def _glare(image: np.ndarray, valid: np.ndarray, tile_px: int) -> np.ndarray:
    """Specular glare: clipped, or far brighter than the bare level and nearly grey."""
    b, g, r = cv2.split(image)
    vmax = cv2.max(cv2.max(b, g), r).astype(np.float32)
    vmin = cv2.min(cv2.min(b, g), r).astype(np.float32)
    sat = (vmax - vmin) / np.maximum(vmax, 1.0)
    clipped = vmax >= 250.0
    if not valid.any():
        return clipped & valid
    # typical brightness of the photo (a local median, so vignetting and uneven light
    # do not read as glare); glare is a bright outlier against it
    local = _background(vmax, valid & ~clipped, tile_px * 3, 0.5)
    bright = vmax > np.maximum(1.6 * local, local + 60.0)
    grey = sat < 0.12
    return (clipped | (bright & grey)) & valid


def _stats(score: np.ndarray, valid: np.ndarray) -> tuple[float, float, float, float]:
    """(bare level, bare sigma, compound level, clear share) of ``score`` over ``valid``.

    The bare (non-contact) mode is the histogram peak; its spread is measured on the
    lower side, which contact cannot contaminate.  The compound level is the median of
    pixels clearly above the bare noise.
    """
    v = score[valid]
    if v.size < 16:
        return 0.0, 1e-3, 1e-3, 0.0
    lo, hi = np.quantile(v, [0.001, 0.999])
    if not hi > lo:
        return float(lo), 1e-3, float(lo) + 1e-3, 0.0
    hist, edges = np.histogram(v, bins=256, range=(float(lo), float(hi)))
    sm = np.convolve(hist.astype(float), np.ones(5) / 5.0, mode="same")
    k = int(np.argmax(sm))
    mode = 0.5 * (edges[k] + edges[k + 1])
    below = v[v <= mode]
    sigma = float(np.sqrt(np.mean((below - mode) ** 2))) if below.size > 8 else 0.0
    sigma = max(sigma, 1e-3, float(hi - lo) / 256.0)
    clear = v[v > mode + 6.0 * sigma]
    comp = float(np.median(clear)) if clear.size else mode + 6.0 * sigma
    return float(mode), sigma, comp, clear.size / v.size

------------------------------

* [Activity]:
Your answer must consist solely of the lines above between the line holding "vmin = cv2.min(cv2.min(b, g), r).astype(np.float32)" and the line holding "return (clipped |", inclusive, copied exactly.

* [Problem solution]:
    vmin = cv2.min(cv2.min(b, g), r).astype(np.float32)
    sat = (vmax - vmin) / np.maximum(vmax, 1.0)
    clipped = vmax >= 250.0
    if not valid.any():
        return clipped & valid
    # typical brightness of the photo (a local median, so vignetting and uneven light
    # do not read as glare); glare is a bright outlier against it
    local = _background(vmax, valid & ~clipped, tile_px * 3, 0.5)
    bright = vmax > np.maximum(1.6 * local, local + 60.0)
    grey = sat < 0.12
    return (clipped | (bright & grey)) & valid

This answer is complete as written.